Google is widening Gemini’s reach inside Google Sheets, opening its AI assistant to millions more users and adding support for 28 extra languages, including Russian, Spanish, Portuguese, Japanese, and Arabic. Until now, the more powerful Google Sheets features – like generating tables or complex pivot-style reports from a prompt – had been limited to English-speaking users in the United States. That made it a pretty small club for a tool Google clearly wants to feel global.
The update makes the product less of an English-only demo and more of a practical workplace assistant, especially for international teams that live inside spreadsheets all day. It also gives Google a better shot at staying relevant as rivals push AI deeper into office software, from Microsoft 365 to smaller copilots built for data work. Support for local-language commands is the sort of thing that sounds minor until you try using a spreadsheet assistant that keeps tripping over your language.
How Gemini works in Google Sheets
To use the new features, users need to turn on Google Workspace smart features. After that, a Gemini icon appears in the Sheets side panel, where commands can be entered in the user’s native language. Google says people can ask it to do things like build a project budget tracker or add a profit-calculation formula column.

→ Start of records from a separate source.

"""Plain table rendering shared by every report: aligned text, Markdown and CSV."""

from __future__ import annotations

import csv
import io
import math
from typing import Iterable, Sequence

_PREFIX = {-15: "f", -12: "p", -9: "n", -6: "µ", -3: "m", 0: "", 3: "k", 6: "M", 9: "G"}


def eng(value, unit: str = "", digits: int = 4, fixed_prefix: str | None = None) -> str:
    """Engineering notation with an SI prefix: eng(3.4e-9, 's') -> '3.4 ns'.

    ``digits`` significant digits; ``fixed_prefix`` forces a prefix ("n" for a column of ns).
    None, NaN -> '—'.
    """
    if value is None:
        return "—"
    v = float(value)
    if math.isnan(v):
        return "—"
    if math.isinf(v):
        return ("∞" if v > 0 else "−∞") + (f" {unit}" if unit else "")
    if fixed_prefix is not None:
        exp = {p: e for e, p in _PREFIX.items()}[fixed_prefix]
    elif v == 0:
        exp = 0
    else:
        exp = int(math.floor(math.log10(abs(v)) / 3) * 3)
        exp = max(-15, min(9, exp))
    scaled = v / 10 ** exp
    if fixed_prefix is not None:
        text = f"{scaled:.{digits}f}"
    else:
        text = f"{scaled:.{digits}g}"
    return f"{text} {_PREFIX[exp]}{unit}".rstrip()


def text_table(headers: Sequence[str], rows: Iterable[Sequence[object]], align: str | None = None,
               indent: str = "  ") -> str:
    """Aligned plain-text table.  ``align``: one char per column, 'l' or 'r' (default: first l)."""
    rows = [[("" if c is None else str(c)) for c in r] for r in rows]
    headers = [str(h) for h in headers]
    n = len(headers)
    align = align or ("l" + "r" * (n - 1))
    widths = [max([len(headers[i])] + [len(r[i]) for r in rows]) for i in range(n)]

    def fmt(cells):
        parts = [c.ljust(widths[i]) if align[i] == "l" else c.rjust(widths[i]) for i, c in enumerate(cells)]
        return (indent + "  ".join(parts)).rstrip()

    lines = [fmt(headers), indent + "  ".join("-" * w for w in widths)]
    lines += [fmt(r) for r in rows]
    return "\n".join(lines)


def md_table(headers: Sequence[str], rows: Iterable[Sequence[object]], align: str | None = None) -> str:
    rows = [[("" if c is None else str(c)).replace("|", "\\|") for c in r] for r in rows]
    n = len(headers)
    align = align or ("l" + "r" * (n - 1))
    sep = ["---:" if a == "r" else ":---" for a in align]
    lines = ["| " + " | ".join(headers) + " |", "| " + " | ".join(sep) + " |"]
    lines += ["| " + " | ".join(r) + " |" for r in rows]
    return "\n".join(lines)


def csv_table(headers: Sequence[str], rows: Iterable[Sequence[object]]) -> str:
    buf = io.StringIO()
    w = csv.writer(buf, lineterminator="\n")
    w.writerow(headers)
    for r in rows:
        w.writerow(["" if c is None else (repr(c) if isinstance(c, float) else c) for c in r])
    return buf.getvalue()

- Supported languages: 28 additional languages
- Examples mentioned by Google: Russian, Spanish, Portuguese, Japanese, and Arabic
- Requires: Google Workspace smart features
Google Sheets Gemini access
The expanded language support is available to business customers on Business Standard and Business Plus, enterprise users on Enterprise Standard and Enterprise Plus, education users with Google AI Pro for Education, and individual subscribers on Google AI Pro and AI Ultra. That tiered rollout is classic Google: broad in reach, but never quite free.
The bigger story is not just translation. It is Google trying to make Sheets feel less like a form-filling utility and more like an AI workspace people can actually speak to, without switching into English first. If this works smoothly, the next test will be whether users trust Gemini enough to let it build the first draft of the spreadsheet instead of just fixing the one they already broke.